Write out exactly the lines of the entries below from the one holding "return (kappa, 0.0, 1.0)" to the one holding "# Pruefer angle", inclusive, and leave out all other lines.

·····

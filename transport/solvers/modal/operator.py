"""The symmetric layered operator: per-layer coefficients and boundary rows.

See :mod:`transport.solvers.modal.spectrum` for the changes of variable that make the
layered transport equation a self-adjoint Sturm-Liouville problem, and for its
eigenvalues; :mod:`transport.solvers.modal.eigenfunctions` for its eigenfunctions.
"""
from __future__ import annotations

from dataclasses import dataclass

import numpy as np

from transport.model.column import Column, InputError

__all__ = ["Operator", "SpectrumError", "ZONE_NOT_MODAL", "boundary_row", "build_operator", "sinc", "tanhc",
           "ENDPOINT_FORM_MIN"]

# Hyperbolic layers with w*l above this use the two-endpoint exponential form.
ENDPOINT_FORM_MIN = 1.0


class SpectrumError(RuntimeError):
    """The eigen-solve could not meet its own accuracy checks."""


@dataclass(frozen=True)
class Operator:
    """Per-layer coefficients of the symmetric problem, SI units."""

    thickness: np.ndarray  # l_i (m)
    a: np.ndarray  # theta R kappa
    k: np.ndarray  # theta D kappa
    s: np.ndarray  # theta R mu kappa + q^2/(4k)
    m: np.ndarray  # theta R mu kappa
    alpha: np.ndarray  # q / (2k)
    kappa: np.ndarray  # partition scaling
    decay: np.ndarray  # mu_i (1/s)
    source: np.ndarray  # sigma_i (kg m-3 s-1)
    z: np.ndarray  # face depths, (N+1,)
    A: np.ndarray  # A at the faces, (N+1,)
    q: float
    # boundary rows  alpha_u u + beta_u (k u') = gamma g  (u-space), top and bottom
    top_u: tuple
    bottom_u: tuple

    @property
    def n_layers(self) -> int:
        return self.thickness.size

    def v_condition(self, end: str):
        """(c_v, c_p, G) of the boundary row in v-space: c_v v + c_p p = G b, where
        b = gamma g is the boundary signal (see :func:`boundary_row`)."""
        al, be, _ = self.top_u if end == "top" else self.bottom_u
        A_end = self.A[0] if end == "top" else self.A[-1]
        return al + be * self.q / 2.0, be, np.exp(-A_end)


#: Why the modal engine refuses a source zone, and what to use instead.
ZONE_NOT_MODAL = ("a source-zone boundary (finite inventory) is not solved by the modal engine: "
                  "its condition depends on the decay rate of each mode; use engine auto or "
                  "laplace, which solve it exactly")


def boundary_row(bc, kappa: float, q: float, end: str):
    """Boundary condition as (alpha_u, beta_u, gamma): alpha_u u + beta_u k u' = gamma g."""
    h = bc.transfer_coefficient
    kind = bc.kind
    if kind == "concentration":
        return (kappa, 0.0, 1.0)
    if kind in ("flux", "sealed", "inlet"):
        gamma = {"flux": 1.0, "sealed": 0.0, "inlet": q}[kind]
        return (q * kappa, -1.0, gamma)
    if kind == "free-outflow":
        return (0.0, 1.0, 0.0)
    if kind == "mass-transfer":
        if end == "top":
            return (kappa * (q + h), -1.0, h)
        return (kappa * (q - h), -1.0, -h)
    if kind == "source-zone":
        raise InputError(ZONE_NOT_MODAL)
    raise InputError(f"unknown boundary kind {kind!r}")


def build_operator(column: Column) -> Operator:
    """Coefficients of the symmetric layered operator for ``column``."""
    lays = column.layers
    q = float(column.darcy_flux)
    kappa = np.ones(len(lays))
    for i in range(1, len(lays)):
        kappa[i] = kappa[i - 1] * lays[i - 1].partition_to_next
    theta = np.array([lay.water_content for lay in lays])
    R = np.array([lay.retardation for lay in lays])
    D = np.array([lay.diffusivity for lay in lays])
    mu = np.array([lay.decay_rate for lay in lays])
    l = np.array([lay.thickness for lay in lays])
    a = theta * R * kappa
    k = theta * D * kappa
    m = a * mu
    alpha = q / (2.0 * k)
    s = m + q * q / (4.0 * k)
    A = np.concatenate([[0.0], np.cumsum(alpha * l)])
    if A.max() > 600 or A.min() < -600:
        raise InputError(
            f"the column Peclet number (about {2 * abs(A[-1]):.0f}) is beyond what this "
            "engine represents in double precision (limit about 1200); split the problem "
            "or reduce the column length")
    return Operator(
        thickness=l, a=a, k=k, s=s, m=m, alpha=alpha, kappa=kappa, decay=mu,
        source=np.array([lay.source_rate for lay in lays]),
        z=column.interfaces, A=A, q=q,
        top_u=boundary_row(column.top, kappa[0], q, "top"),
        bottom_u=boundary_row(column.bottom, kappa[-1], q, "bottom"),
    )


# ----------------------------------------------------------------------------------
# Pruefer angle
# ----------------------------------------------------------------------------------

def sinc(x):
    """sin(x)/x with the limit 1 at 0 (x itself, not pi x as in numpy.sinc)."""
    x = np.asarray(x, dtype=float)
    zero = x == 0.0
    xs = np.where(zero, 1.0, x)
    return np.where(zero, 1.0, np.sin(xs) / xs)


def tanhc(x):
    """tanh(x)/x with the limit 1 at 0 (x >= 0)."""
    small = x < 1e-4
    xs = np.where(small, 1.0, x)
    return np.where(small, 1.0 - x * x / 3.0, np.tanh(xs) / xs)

·····

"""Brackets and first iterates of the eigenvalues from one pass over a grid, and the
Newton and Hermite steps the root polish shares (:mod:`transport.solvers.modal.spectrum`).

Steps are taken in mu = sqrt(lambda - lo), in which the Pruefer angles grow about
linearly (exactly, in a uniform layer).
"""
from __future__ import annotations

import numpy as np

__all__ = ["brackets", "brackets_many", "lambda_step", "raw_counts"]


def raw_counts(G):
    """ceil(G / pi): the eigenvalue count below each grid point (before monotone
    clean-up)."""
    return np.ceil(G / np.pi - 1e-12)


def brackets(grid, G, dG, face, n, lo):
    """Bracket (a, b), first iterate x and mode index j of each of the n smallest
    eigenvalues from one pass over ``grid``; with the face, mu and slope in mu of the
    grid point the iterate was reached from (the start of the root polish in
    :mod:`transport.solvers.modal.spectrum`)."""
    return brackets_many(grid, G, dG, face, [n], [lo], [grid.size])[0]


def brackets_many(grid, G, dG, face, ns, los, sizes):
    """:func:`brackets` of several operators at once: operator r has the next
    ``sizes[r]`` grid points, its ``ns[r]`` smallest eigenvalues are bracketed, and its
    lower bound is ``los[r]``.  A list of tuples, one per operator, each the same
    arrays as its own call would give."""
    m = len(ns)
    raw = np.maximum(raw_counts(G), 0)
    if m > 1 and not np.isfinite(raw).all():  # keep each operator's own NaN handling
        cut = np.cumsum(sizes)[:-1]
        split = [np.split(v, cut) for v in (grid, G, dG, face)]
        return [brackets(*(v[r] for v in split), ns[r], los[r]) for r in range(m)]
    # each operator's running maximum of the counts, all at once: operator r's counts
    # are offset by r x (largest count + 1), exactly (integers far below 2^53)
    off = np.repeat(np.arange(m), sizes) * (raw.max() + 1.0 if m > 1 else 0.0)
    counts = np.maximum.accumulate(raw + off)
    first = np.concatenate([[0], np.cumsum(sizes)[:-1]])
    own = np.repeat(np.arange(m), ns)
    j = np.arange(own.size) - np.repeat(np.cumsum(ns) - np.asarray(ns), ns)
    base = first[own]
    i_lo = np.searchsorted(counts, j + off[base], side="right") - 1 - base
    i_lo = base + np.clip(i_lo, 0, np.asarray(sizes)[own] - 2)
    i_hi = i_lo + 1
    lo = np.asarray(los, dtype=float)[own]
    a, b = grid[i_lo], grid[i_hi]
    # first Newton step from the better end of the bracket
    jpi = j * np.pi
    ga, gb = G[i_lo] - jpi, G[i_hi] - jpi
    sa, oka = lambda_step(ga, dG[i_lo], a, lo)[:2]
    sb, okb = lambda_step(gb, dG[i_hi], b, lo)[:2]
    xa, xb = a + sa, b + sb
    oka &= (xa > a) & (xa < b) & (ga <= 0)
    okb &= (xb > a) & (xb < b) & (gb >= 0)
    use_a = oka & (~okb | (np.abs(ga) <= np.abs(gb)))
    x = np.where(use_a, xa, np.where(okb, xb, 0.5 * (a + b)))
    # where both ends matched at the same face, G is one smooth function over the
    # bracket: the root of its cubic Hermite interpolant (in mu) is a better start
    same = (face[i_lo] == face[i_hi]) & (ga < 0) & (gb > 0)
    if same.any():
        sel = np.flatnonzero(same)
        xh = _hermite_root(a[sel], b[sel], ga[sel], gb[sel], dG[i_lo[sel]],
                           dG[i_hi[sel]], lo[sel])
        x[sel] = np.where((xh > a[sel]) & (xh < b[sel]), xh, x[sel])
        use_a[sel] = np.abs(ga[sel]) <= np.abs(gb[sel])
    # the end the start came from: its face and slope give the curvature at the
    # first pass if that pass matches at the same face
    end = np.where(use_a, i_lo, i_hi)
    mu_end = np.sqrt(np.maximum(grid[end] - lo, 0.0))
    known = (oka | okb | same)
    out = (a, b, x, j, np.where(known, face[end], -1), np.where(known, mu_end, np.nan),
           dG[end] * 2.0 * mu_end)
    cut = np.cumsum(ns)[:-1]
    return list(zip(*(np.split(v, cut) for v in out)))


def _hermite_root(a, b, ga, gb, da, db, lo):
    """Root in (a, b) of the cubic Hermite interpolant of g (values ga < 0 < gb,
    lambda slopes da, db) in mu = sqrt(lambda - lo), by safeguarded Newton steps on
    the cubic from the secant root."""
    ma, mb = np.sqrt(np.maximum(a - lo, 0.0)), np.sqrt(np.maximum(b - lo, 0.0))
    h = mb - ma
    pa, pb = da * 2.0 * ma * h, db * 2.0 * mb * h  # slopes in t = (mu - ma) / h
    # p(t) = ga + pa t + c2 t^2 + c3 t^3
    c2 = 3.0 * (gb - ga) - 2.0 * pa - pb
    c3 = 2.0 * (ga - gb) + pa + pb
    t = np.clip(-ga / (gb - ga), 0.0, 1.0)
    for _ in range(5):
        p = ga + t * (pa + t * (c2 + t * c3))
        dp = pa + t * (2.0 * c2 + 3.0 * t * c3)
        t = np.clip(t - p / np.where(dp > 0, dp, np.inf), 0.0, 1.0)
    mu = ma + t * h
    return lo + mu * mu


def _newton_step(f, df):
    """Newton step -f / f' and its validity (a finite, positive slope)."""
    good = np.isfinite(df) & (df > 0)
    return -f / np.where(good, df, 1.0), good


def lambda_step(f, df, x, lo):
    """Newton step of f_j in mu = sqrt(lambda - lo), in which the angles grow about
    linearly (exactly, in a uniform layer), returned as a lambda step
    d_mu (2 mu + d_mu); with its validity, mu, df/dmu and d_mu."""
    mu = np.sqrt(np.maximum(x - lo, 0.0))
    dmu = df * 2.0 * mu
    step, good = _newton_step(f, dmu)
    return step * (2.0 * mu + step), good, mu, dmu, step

·····

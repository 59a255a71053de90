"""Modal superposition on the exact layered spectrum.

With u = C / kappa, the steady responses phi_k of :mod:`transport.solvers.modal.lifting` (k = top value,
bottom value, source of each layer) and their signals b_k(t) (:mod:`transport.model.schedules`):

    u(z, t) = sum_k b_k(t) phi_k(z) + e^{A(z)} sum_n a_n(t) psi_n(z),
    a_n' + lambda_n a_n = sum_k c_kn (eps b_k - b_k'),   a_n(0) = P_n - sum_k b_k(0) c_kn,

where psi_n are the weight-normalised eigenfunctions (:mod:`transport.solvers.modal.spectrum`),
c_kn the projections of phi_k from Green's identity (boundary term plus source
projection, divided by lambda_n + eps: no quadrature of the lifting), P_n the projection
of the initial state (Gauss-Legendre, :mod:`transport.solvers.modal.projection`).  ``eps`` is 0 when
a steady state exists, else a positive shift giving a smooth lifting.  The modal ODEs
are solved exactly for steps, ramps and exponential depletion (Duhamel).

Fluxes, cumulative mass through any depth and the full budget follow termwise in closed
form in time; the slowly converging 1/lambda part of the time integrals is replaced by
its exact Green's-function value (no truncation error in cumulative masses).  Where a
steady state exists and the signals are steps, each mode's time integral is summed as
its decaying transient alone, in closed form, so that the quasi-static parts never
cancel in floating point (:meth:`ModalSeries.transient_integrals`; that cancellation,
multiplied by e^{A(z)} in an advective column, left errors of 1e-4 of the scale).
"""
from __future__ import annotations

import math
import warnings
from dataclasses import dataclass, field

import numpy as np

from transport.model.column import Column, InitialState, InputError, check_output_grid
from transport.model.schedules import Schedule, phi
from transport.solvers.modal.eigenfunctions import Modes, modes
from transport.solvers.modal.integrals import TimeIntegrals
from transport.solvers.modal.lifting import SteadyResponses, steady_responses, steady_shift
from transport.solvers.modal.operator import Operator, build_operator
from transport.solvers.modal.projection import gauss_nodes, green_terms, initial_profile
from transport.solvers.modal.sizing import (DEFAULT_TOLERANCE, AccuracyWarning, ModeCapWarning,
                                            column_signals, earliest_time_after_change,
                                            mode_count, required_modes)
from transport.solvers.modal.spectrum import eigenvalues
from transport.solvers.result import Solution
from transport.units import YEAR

·····

ANSWER SPACE →
        return (kappa, 0.0, 1.0)
    if kind in ("flux", "sealed", "inlet"):
        gamma = {"flux": 1.0, "sealed": 0.0, "inlet": q}[kind]
        return (q * kappa, -1.0, gamma)
    if kind == "free-outflow":
        return (0.0, 1.0, 0.0)
    if kind == "mass-transfer":
        if end == "top":
            return (kappa * (q + h), -1.0, h)
        return (kappa * (q - h), -1.0, -h)
    if kind == "source-zone":
        raise InputError(ZONE_NOT_MODAL)
    raise InputError(f"unknown boundary kind {kind!r}")


def build_operator(column: Column) -> Operator:
    """Coefficients of the symmetric layered operator for ``column``."""
    lays = column.layers
    q = float(column.darcy_flux)
    kappa = np.ones(len(lays))
    for i in range(1, len(lays)):
        kappa[i] = kappa[i - 1] * lays[i - 1].partition_to_next
    theta = np.array([lay.water_content for lay in lays])
    R = np.array([lay.retardation for lay in lays])
    D = np.array([lay.diffusivity for lay in lays])
    mu = np.array([lay.decay_rate for lay in lays])
    l = np.array([lay.thickness for lay in lays])
    a = theta * R * kappa
    k = theta * D * kappa
    m = a * mu
    alpha = q / (2.0 * k)
    s = m + q * q / (4.0 * k)
    A = np.concatenate([[0.0], np.cumsum(alpha * l)])
    if A.max() > 600 or A.min() < -600:
        raise InputError(
            f"the column Peclet number (about {2 * abs(A[-1]):.0f}) is beyond what this "
            "engine represents in double precision (limit about 1200); split the problem "
            "or reduce the column length")
    return Operator(
        thickness=l, a=a, k=k, s=s, m=m, alpha=alpha, kappa=kappa, decay=mu,
        source=np.array([lay.source_rate for lay in lays]),
        z=column.interfaces, A=A, q=q,
        top_u=boundary_row(column.top, kappa[0], q, "top"),
        bottom_u=boundary_row(column.bottom, kappa[-1], q, "bottom"),
    )


# ----------------------------------------------------------------------------------
# Pruefer angle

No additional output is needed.